Christopher Barner-Kowollik *ab and Bryan T. Tuten *a
aSchool of Chemistry and Physics, Centre for Materials Science, Queensland University of Technology (QUT), 2 George Street, Brisbane, QLD 4000, Australia. E-mail: christopher.barnerkowollik@qut.edu.au; bryan.tuten@qut.edu.au
bInstitute of Nanotechnology (INT), Karlsruhe Institute of Technology (KIT), Hermann-von-Helmholtz-Platz 1, 76344 Eggenstein-Leopoldshafen, Germany. E-mail: christopher.barner-kowollik@kit.edu

First published on 23rd May 2023


Abstract

We contextualize and highlight an innovative methodology for copolymer analysis introduced by Hibi et al. in Chemical Science (Y. Hibi, S. Uesaka and M. Naito, Chem. Sci., 2023, https://doi.org/10.1039/D2SC06974A). The authors introduce an advanced mass spectrometric method driven by a learning algorithm, termed ‘reference-free quantitative mass spectrometry’ (RQMS) for decoding sequences of copolymers in real time, including as a function of reaction progress. We highlight potential future implications and applications of the RQMS technique, as well as look forward to where else RQMS could be utilized within the soft matter materials space.


Imagine you have a binary copolymer prepared by free-radical copolymerization at hand and you wish to fully characterize the polymer to understand how its molecular composition relates to its macroscopic properties. In the hands of a polymer chemist, experiments such as size-exclusion chromatography (SEC), differential scanning calorimetry (DSC), thermogravimetric analysis (TGA) and nuclear magnetic resonance (NMR) spectroscopy, as well as mechanical characterization studies, might be employed. In addition, and depending on the molecular weight of the polymer, one might attempt mass spectrometric techniques as well, which in principle provide access to single-chain data. Overall, however, most polymer chemists would concede that a full characterization of this statistical copolymer is impossible, as it is constituted of a wide variety of different chains, each featuring a different number and order of the two monomer units in each chain. Thus, while each individual chain features a defined sequence of monomers in its chain, the overall sample is a complex mixture of such chains.

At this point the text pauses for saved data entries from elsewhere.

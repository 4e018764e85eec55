package evensun.report.section;

import evensun.report.chart.Axis;
import evensun.report.chart.Chart;
import evensun.report.chart.Kind;
import evensun.report.chart.Series;
import evensun.report.figure.Share;
import evensun.report.page.Block;
import evensun.report.page.Section;
import evensun.report.text.Numbers;
import evensun.result.Angular;
import evensun.result.Outcome.SubcellOutcome;
import evensun.result.RunResult;
import java.util.ArrayList;
import java.util.List;
import java.util.Optional;

/** Currents against the angle of incidence. */
public final class AngleSection {

  private AngleSection() {}

  /** The section; absent without more than one angle. */
  public static Optional<Section> of(RunResult result) {
    Angular angular = result.angular();
    if (angular == null || angular.angleDeg().size() < 2) {
      return Optional.empty();
    }
    List<Series> series = new ArrayList<>();
    List<SubcellOutcome> subcells = result.found().subcells();
    for (int i = 0; i < subcells.size(); i++) {
      List<Double> values = angular.subcellMaPerCm2().get(subcells.get(i).name());
      if (values != null) {
        series.add(Series.of(subcells.get(i).name(), Share.subcellRole(i), values));
      }
    }
    series.add(Series.of("reflected", "muted", angular.reflectedMaPerCm2()).asDashed());
    Block block = Tables.plot(chart(angular, series));
    return Optional.of(new Section("angle", "Angle", heading(angular), List.of(block)));
  }

  private static Chart chart(Angular angular, List<Series> series) {
    double high = 0;
    for (Series row : series) {
      for (Double value : row.values()) {
        high = Math.max(high, value == null ? 0 : value);
      }
    }
    List<Double> angles = angular.angleDeg();
    return new Chart(
        "angle",
        Kind.LINES,
        "Currents against the angle of incidence, the irradiance on the cell plane kept",
        Axis.linear("angle of incidence", "°", angles.get(0), angles.get(angles.size() - 1)),
        Axis.covering("current", Numbers.MA, 0, high),
        angles,
        series,
        List.of());
  }

  /** How the weakest subcell changes from the first angle to the last. */
  private static String heading(Angular angular) {
    int last = angular.angleDeg().size() - 1;
    double first = weakest(angular, 0);
    double end = weakest(angular, last);
    String angle = Numbers.trimmed(angular.angleDeg().get(last), 1) + "°";
    return "At "
        + angle
        + " the weakest subcell passes "
        + Numbers.ma(end)
        + ", "
        + Numbers.fixed(Math.abs(end - first) / Math.max(first, 1e-12) * 100, 1)
        + " % "
        + (end < first ? "less" : "more")
        + " than at "
        + Numbers.trimmed(angular.angleDeg().get(0), 1)
        + "°";
  }

  private static double weakest(Angular angular, int index) {
    return angular.subcellMaPerCm2().values().stream()
        .mapToDouble(values -> values.get(index))
        .min()
        .orElse(0);
  }
}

For most chemists – and of course polymer chemists – this is a fundamentally dissatisfying situation, and thus great effort has been invested into preparing uniform polymers with a defined-sequence, so-called sequence-defined polymers.1 However, these tend to be generally harder to prepare than simple free-radical copolymers, for example. Their advantage, however, is that they feature a clear correlation between their structure and their macroscopic properties.

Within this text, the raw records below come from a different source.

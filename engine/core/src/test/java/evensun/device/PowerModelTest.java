package evensun.device;

import static org.assertj.core.api.Assertions.assertThat;
import static org.assertj.core.api.Assertions.within;

import com.sun.management.ThreadMXBean;
import evensun.result.Electrical;
import evensun.scenario.Connection;
import java.lang.management.ManagementFactory;
import java.util.List;
import org.junit.jupiter.api.Test;
import org.junit.jupiter.params.ParameterizedTest;
import org.junit.jupiter.params.provider.EnumSource;

class PowerModelTest {

  private static final List<SubcellParameters> TANDEM =
      List.of(
          SubcellParameters.ideal("top", 1.68).withRecombination(0.01, 1.5).withShunt(5000),
          SubcellParameters.ideal("bottom", 1.12).withRecombination(0.01, 1).withCollection(0.98));

  /** Witness: the full model, which takes another way to the same number. */
  @ParameterizedTest
  @EnumSource(Connection.class)
  void agreesWithTheFullModel(Connection connection) {
    DeviceModel model = DeviceModel.of(TANDEM, DeviceParameters.of(connection), 1000);
    double full = model.analyse(DeviceOptics.ofCurrents(19, 20)).electrical().efficiencyPercent();
    double fast =
        model.newPowerModel().efficiencyPercent(new double[] {19, 20}, new double[] {1.68, 1.12});
    assertThat(fast).isCloseTo(full, within(1e-12));
  }

  /** Witness: the JVM's own count of allocated bytes. */
  @ParameterizedTest
  @EnumSource(Connection.class)
  void allocatesNothing(Connection connection) {
    PowerModel model = new PowerModel(TANDEM, DeviceParameters.of(connection), 1000);
    double[] currents = {19, 20};
    double[] gaps = {1.68, 1.12};
    double sum = 0;
    for (int i = 0; i < 3000; i++) {
      currents[0] = 18 + 1e-3 * i;
      sum += model.efficiencyPercent(currents, gaps);
    }
    ThreadMXBean threads = (ThreadMXBean) ManagementFactory.getThreadMXBean();
    long before = threads.getCurrentThreadAllocatedBytes();
    for (int i = 0; i < 3000; i++) {
      currents[0] = 18 + 1e-3 * i;
      sum += model.efficiencyPercent(currents, gaps);
    }
    long after = threads.getCurrentThreadAllocatedBytes();
    assertThat(sum).isPositive();
    assertThat(after - before).isLessThan(3000);
  }

  /** Witness: second differences of a smooth function shrink with the square of the step. */
  @Test
  void isSmoothThroughMatching() {
    PowerModel model = new PowerModel(TANDEM, DeviceParameters.of(Connection.SERIES), 1000);
    double[] gaps = {1.68, 1.12};
    for (double centre = 18; centre < 21; centre += 0.05) {
      double h = 1e-3;
      double up = model.efficiencyPercent(new double[] {centre + h, 20}, gaps);
      double here = model.efficiencyPercent(new double[] {centre, 20}, gaps);
      double down = model.efficiencyPercent(new double[] {centre - h, 20}, gaps);
      assertThat(Math.abs(up - 2 * here + down) / (h * h)).isLessThan(10);
      assertThat(up).isGreaterThan(down);
    }
  }

  /**
   * Witness: the envelope theorem. At maximum power dP/dJ_ph of a subcell is the current times the
   * slope of its voltage, J·V_t/(J_ph − J + J₀) for an ideal diode.
   */
  @Test
  void derivativesFollowTheEnvelope() {
    List<SubcellParameters> ideal =
        List.of(SubcellParameters.ideal("top", 1.68), SubcellParameters.ideal("bottom", 1.12));
    Electrical found =
        DeviceModel.of(ideal, DeviceParameters.of(Connection.SERIES), 1000)
            .analyse(DeviceOptics.ofCurrents(19.5, 20.1))
            .electrical();
    double[] light = {19.5, 20.1};
    for (int i = 0; i < 2; i++) {
      var subcell = found.subcells().get(i);
      double j = subcell.operatingMaPerCm2();
      double expected =
          j * BlackBody.thermalVoltageV(298.15) / (light[i] - j + subcell.saturationMaPerCm2());
      assertThat(subcell.efficiencyGainPerMaPerCm2()).isCloseTo(expected, within(1e-5));
    }
  }

  @Test
  void nothingComesOfNoLight() {
    PowerModel model = new PowerModel(TANDEM, DeviceParameters.of(Connection.SERIES), 1000);
    assertThat(model.efficiencyPercent(new double[] {0, 0}, new double[] {1.68, 1.12})).isZero();
    assertThat(model.efficiencyPercent(new double[] {-1e-12, 20}, new double[] {1.68, 1.12}))
        .isBetween(0.0, 1.0);
  }
}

However, even in a complex copolymer mixture prepared by free-radical copolymerization, the resulting macroscopic properties are defined by the chain ensemble constituted by each individual chain. The question is how to identify each chain and its amount within the sample. The current contribution by Hibi, Uesaka and Naito introduces a method by which at least (short) segments of polymer chains within a binary copolymer sample can be identified by mass spectrometric analysis.2 If you believe that this sounds like a very complex task, you are correct – after all it is the equivalent of analysing a very complex reaction mixture directly after the reaction without any purification. Welcome to the world of polymer chemistry.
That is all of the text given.